_PROVIDED DATA_
-------

def _add_pair_goals(build: ModelBuild, terms: Terms, plan: PairPlan) -> None:
    """The goals that count pairs of clashing events: Booleans, and at most one small integer a pair.

    Per pair (``a``, ``b``, sharing ``c`` attendees, so weighing ``c`` in every goal):

    * ``before[a,b]``: ``t(a) < t(b)`` (they clash, so never equal); it picks the side of
      every distance inequality below, which CP-SAT propagates as plain precedences;
    * ``near<d>[a,b]``: at most ``d`` slots apart, one per distance class a goal needs
      (1 for consecutive slots; 1 to 5 for Carter's proximity, by :func:`proximity_steps`);
    * ``gap[a,b]``, with two classes or more: an integer in 1..(widest class + 1), at most
      the slot distance; "not near<d>" is then the single implication ``gap >= d + 1``, and
      ``gap >= 1`` on the side ``before`` picks orders the pair (7 constraints a pair for
      the proximity goal instead of 12);
    * ``sday[a,b]`` (same day), ``b2b``, ``over``, ``twoday``: the day goals.

    Every literal is minimised with a positive weight, so only the implication that forces
    it up is needed ("not near -> far apart"); the converse is added only where another
    literal uses it negated (consecutive for two-in-a-day, same day for overnight). The
    penalty is therefore read from the timetable itself (:meth:`TimetableModel.evaluate`),
    not from these literals, which may be 1 needlessly in a timetable that is not optimal.
    """
    tm, sub, t, d, end, weights = build.tm, build.sub, build.t, build.d, build.end_of, build.problem.weights
    m = tm.model
    classes, steps, always, monotone = plan.classes, plan.steps, plan.always, plan.monotone
    want_b2b, want_over, want_two = plan.want_b2b, plan.want_over, plan.want_two
    cap = max(classes, default=0) + 1  # a gap variable needs no value beyond the widest class
    exact_near1 = want_two
    need_sday = plan.need_sday
    exact_sday = want_over
    at_most_two_a_day = plan.at_most_two_a_day
    named = tm.pairs <= NAMED_PAIRS

    def var(family: str, a, b):  # every family is named in the docstring; each literal only on small models
        return m.new_bool_var(f"{family}[{a},{b}]" if named else "")

    for a, b, shared in sub.edges(data="shared", default=1):
        tm.clock.step(PAIR_STEP)
        c = int(shared or 1)
        if always:
            tm.constant["proximity"] = tm.constant.get("proximity", 0) + c * always * weights.proximity
        # distances run from the last slot of the earlier event (a long event's end) to the later's start
        ta, tb, ea, eb = t(a), t(b), end(a), end(b)
        before = var("before", a, b)
        tm.derived.append((before.index, "before", a, b))
        gap = None
        if len(classes) > 1:
            # gap[a,b] in 1..D+1 is at most the slot distance (so `before` needs no constraint of its own:
            # gap >= 1 forces the order it names); each class then costs one implication on gap
            gap = m.new_int_var(1, cap, f"gap[{a},{b}]" if named else "")
            tm.derived.append((gap.index, "gap", a, b, cap))
            m.add(gap <= tb - ea).only_enforce_if(before)
            m.add(gap <= ta - eb).only_enforce_if(~before)
        else:
            m.add(tb - ea >= 1).only_enforce_if(before)
            m.add(ta - eb >= 1).only_enforce_if(~before)
        near: dict[int, cp_model.IntVar] = {}
        for dist in classes:
            v = near[dist] = var(f"near{dist}", a, b)
            tm.derived.append((v.index, "near", a, b, dist))
            if gap is not None:
                m.add(gap >= dist + 1).only_enforce_if(~v)
            else:
                m.add(tb - ea >= dist + 1).only_enforce_if([~v, before])
                m.add(ta - eb >= dist + 1).only_enforce_if([~v, ~before])
            if dist == 1 and exact_near1:
                m.add(tb - ea <= 1).only_enforce_if([v, before])
                m.add(ta - eb <= 1).only_enforce_if([v, ~before])
        for dist, step in steps:
            terms.setdefault("proximity", []).append((c * step * weights.proximity, near[dist].index,
                                                      ("near", a, b, dist)))
        sday = None
        if need_sday:
            da, db = d(a), d(b)
            sday = var("sday", a, b)
            tm.derived.append((sday.index, "sday", a, b))
            if monotone:
                m.add(db - da >= 1).only_enforce_if([~sday, before])
                m.add(da - db >= 1).only_enforce_if([~sday, ~before])
            else:
                m.add(da != db).only_enforce_if(~sday)
            if exact_sday:
                m.add(da == db).only_enforce_if(sday)
        if want_b2b and sday is not None:
            if at_most_two_a_day:  # two events of one day are then always in consecutive slots
                v = sday
            else:
                v = var("b2b", a, b)
                tm.derived.append((v.index, "b2b", a, b))
                m.add_bool_or([~near[1], ~sday, v])
            terms.setdefault("back_to_back", []).append((c * weights.back_to_back, v.index, ("b2b", a, b)))
        if want_over:
            if sday is None:  # every slot its own day: consecutive slots are consecutive days
                v = near[1]
            else:
                v = var("over", a, b)
                tm.derived.append((v.index, "over", a, b))
                m.add_bool_or([~near[1], sday, v])
            terms.setdefault("overnight", []).append((c * weights.overnight, v.index, ("over", a, b)))
        if want_two and sday is not None:
            v = var("twoday", a, b)
            tm.derived.append((v.index, "twoday", a, b))
            m.add_bool_or([~sday, near[1], v])
            terms.setdefault("same_day", []).append((c * weights.same_day, v.index, ("twoday", a, b)))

-------

_THE TASK_
Each line in the listing above that contains "family" should be copied.

_WORKED SOLUTION_
    def var(family: str, a, b):  # every family is named in the docstring; each literal only on small models
        return m.new_bool_var(f"{family}[{a},{b}]" if named else "")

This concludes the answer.